> What is needed
From the records that follow, copy every line that contains the word "before".

> Input data
....................

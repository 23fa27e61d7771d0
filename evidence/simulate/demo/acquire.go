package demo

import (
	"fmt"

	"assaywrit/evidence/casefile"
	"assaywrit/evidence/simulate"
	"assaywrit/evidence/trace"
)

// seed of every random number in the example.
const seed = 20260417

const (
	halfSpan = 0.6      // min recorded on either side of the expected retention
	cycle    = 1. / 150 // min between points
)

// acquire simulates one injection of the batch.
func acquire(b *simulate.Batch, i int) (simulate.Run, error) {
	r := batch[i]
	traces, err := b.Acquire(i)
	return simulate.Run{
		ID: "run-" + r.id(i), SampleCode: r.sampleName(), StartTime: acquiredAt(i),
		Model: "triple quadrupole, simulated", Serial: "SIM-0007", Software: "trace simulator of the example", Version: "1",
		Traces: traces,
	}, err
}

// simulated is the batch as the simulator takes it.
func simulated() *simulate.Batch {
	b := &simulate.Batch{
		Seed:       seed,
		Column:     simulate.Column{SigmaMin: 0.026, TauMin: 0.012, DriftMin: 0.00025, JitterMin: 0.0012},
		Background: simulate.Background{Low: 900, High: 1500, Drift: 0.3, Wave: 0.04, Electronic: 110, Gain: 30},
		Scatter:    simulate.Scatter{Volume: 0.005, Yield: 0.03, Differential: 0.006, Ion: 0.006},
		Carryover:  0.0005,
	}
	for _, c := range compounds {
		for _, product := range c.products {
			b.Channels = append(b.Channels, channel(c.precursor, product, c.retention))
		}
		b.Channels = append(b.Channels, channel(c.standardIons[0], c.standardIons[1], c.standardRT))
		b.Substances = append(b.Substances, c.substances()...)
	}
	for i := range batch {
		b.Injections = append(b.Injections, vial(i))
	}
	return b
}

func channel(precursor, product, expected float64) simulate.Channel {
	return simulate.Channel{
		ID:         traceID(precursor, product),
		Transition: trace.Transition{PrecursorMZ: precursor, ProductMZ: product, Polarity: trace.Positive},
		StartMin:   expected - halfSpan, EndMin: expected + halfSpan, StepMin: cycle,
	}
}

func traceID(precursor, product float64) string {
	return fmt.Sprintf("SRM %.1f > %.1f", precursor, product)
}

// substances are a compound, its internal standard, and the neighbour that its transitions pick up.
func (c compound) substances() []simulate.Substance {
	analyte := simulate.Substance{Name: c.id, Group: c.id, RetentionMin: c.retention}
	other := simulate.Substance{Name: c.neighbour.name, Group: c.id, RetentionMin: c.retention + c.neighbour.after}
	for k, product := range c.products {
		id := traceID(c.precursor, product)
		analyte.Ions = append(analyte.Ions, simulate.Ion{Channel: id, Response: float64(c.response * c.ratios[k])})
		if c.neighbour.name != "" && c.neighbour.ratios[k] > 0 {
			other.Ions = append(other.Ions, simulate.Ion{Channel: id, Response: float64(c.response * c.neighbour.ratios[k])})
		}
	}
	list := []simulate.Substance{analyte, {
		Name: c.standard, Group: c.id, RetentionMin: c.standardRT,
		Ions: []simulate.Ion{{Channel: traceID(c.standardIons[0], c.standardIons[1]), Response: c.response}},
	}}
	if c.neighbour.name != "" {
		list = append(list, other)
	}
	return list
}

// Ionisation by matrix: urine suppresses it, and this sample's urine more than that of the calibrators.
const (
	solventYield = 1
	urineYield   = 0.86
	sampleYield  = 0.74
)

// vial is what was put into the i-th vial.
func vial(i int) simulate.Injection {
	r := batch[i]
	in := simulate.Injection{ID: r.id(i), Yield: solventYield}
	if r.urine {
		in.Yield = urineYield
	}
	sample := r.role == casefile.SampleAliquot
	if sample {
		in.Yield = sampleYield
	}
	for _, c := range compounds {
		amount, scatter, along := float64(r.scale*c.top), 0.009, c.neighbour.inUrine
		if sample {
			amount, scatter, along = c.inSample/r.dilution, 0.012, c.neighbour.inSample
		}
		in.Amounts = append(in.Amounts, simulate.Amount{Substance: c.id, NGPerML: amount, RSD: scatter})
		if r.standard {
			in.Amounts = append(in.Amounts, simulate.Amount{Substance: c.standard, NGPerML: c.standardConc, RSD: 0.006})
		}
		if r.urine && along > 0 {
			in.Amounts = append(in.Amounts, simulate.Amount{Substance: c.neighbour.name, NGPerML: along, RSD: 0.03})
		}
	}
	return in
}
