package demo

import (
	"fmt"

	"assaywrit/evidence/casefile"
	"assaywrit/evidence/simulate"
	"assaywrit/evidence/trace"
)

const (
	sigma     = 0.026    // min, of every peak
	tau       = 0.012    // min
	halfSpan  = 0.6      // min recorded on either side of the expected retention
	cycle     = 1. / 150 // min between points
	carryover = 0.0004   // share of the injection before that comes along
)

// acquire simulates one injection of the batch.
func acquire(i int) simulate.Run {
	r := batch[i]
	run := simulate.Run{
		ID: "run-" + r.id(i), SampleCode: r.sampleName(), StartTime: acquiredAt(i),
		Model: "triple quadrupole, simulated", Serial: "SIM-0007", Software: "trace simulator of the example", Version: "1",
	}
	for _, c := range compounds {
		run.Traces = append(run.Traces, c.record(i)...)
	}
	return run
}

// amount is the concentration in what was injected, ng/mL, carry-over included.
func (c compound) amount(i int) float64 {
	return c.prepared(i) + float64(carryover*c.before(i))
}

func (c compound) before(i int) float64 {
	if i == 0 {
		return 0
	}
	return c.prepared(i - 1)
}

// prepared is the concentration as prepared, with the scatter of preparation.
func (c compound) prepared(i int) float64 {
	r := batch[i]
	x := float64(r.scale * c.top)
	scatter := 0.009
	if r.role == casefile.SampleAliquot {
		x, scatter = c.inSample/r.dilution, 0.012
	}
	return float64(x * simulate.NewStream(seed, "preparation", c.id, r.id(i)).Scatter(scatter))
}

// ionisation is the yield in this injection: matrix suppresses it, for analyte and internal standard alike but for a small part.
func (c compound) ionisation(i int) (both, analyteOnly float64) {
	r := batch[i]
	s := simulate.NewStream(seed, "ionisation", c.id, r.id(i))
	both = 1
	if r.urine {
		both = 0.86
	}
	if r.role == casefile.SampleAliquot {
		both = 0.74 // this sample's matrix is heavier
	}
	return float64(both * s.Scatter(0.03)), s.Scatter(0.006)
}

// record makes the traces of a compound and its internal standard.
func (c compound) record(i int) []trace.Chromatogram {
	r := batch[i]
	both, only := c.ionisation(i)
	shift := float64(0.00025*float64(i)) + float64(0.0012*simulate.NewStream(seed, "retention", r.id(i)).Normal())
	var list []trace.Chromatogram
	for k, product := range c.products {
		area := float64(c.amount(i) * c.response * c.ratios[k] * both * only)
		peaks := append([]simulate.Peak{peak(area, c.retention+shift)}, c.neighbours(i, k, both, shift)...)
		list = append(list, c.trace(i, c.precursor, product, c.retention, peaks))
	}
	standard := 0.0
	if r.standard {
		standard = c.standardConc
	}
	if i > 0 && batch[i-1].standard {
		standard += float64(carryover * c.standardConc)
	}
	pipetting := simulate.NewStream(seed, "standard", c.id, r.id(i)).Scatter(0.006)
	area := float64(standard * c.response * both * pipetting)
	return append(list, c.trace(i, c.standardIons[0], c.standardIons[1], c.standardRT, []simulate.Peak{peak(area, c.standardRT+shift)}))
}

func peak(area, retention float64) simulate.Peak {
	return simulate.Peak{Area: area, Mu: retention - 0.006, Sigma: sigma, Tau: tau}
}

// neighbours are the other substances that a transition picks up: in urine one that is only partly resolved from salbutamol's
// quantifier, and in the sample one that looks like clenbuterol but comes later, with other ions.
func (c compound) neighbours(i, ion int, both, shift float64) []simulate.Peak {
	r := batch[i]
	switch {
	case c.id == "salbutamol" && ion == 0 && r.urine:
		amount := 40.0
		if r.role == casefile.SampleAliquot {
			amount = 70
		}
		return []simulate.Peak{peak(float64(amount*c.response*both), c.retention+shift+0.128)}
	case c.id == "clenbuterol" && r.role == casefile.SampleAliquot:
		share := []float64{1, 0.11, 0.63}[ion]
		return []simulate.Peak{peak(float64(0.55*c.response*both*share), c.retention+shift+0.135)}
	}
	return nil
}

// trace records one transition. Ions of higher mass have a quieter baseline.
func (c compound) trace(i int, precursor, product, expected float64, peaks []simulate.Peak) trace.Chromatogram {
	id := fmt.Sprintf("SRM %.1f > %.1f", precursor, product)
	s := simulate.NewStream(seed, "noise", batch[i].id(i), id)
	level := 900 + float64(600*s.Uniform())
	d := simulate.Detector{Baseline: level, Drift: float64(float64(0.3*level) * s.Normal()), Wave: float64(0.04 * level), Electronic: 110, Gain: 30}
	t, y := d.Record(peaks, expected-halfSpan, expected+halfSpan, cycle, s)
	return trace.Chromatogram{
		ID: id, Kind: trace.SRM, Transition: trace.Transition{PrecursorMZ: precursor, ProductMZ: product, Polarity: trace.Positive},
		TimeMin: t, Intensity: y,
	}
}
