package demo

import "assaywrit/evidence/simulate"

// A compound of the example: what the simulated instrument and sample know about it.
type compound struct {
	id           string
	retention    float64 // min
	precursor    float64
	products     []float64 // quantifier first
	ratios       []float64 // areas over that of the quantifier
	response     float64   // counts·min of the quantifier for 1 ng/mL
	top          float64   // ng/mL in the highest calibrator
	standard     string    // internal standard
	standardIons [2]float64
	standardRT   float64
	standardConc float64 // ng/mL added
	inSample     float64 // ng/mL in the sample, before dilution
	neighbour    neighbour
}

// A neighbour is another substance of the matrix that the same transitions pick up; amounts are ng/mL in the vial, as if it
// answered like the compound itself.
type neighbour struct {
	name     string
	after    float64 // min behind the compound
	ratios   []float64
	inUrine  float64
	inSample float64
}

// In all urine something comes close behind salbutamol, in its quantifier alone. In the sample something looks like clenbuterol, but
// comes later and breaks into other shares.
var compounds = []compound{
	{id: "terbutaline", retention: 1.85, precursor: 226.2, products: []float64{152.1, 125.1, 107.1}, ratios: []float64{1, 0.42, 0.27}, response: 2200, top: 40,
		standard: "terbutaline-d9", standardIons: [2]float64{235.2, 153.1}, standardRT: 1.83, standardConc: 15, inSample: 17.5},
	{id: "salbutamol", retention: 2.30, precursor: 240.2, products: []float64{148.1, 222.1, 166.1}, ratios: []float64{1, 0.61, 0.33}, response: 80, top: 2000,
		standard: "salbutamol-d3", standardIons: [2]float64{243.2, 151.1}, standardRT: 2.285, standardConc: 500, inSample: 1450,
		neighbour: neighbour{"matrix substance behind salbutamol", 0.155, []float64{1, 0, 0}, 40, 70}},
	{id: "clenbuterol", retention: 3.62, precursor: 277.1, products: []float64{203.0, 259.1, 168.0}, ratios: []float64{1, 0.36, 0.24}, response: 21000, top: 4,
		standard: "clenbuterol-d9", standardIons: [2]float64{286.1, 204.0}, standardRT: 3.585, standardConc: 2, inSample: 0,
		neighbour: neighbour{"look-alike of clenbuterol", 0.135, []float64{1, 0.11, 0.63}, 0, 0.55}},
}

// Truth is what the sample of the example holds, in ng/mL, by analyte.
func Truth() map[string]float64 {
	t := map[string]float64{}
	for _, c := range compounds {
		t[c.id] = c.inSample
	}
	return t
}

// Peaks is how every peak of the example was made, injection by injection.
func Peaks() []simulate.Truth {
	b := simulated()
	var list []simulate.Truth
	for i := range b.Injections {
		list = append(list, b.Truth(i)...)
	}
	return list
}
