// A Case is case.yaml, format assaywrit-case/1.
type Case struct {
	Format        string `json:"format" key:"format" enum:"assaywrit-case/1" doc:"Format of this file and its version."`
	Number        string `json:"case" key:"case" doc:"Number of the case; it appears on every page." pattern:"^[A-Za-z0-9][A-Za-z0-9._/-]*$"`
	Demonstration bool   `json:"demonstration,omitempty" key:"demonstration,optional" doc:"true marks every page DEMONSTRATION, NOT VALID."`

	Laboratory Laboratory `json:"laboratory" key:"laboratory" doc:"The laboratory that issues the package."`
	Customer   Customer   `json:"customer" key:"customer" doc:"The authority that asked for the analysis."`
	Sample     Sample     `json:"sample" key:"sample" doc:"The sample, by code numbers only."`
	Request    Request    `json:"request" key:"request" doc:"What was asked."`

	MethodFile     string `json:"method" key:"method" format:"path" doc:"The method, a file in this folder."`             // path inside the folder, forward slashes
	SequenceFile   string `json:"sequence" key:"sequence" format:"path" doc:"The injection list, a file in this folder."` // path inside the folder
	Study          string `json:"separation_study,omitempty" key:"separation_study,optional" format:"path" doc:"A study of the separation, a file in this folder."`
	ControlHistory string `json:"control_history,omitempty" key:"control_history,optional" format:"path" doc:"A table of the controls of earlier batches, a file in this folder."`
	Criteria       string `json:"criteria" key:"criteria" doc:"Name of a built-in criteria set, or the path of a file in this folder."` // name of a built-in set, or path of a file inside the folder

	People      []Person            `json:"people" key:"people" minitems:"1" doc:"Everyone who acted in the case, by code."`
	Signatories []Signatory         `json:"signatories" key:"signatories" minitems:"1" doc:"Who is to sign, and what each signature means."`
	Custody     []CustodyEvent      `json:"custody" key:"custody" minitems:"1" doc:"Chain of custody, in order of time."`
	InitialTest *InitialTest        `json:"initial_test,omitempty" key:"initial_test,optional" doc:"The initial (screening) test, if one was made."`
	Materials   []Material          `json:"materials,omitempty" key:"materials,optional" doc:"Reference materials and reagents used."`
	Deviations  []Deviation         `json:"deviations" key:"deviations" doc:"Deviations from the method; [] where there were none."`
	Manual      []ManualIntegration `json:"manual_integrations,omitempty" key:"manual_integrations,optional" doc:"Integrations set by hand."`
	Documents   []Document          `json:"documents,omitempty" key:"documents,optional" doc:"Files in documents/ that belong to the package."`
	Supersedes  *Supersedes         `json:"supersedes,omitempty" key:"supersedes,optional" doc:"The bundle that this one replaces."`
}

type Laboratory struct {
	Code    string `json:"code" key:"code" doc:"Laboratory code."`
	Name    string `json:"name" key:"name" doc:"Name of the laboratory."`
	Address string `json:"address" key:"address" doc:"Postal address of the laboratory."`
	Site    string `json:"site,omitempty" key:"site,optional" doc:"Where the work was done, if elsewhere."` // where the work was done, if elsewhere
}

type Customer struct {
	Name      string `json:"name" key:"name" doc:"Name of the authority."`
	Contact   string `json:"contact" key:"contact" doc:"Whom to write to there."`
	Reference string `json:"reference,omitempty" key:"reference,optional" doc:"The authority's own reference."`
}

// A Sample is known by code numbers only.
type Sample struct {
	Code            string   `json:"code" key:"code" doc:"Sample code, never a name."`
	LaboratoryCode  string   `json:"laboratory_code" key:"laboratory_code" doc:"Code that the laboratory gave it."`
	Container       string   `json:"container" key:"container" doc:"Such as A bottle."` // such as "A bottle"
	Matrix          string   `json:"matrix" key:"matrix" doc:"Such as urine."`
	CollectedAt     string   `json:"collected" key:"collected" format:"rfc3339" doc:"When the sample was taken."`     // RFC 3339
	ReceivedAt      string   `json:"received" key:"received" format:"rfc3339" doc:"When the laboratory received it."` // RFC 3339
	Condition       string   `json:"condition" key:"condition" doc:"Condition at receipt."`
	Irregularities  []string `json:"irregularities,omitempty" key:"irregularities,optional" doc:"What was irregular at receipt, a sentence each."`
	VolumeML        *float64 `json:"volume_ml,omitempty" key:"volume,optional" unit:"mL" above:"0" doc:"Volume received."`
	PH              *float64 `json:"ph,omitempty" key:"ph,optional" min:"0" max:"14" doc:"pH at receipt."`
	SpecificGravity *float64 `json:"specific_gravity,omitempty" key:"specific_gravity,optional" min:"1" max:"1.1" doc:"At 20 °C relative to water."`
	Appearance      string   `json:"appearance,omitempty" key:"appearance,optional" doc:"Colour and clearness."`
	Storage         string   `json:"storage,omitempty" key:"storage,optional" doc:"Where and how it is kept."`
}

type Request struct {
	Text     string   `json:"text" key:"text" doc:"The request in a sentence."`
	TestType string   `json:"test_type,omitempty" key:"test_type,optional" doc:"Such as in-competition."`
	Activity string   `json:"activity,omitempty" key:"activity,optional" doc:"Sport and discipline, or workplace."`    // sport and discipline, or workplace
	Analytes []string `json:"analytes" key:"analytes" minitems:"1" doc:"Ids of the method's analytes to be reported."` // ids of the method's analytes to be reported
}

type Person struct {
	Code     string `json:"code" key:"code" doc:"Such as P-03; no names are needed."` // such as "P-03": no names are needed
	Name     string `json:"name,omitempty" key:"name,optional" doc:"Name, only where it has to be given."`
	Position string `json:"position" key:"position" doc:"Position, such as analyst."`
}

....................

> Answer
	carryover = 0.0004   // share of the injection before that comes along
	return c.prepared(i) + float64(carryover*c.before(i))
func (c compound) before(i int) float64 {
	inSample     float64 // ng/mL in the sample, before dilution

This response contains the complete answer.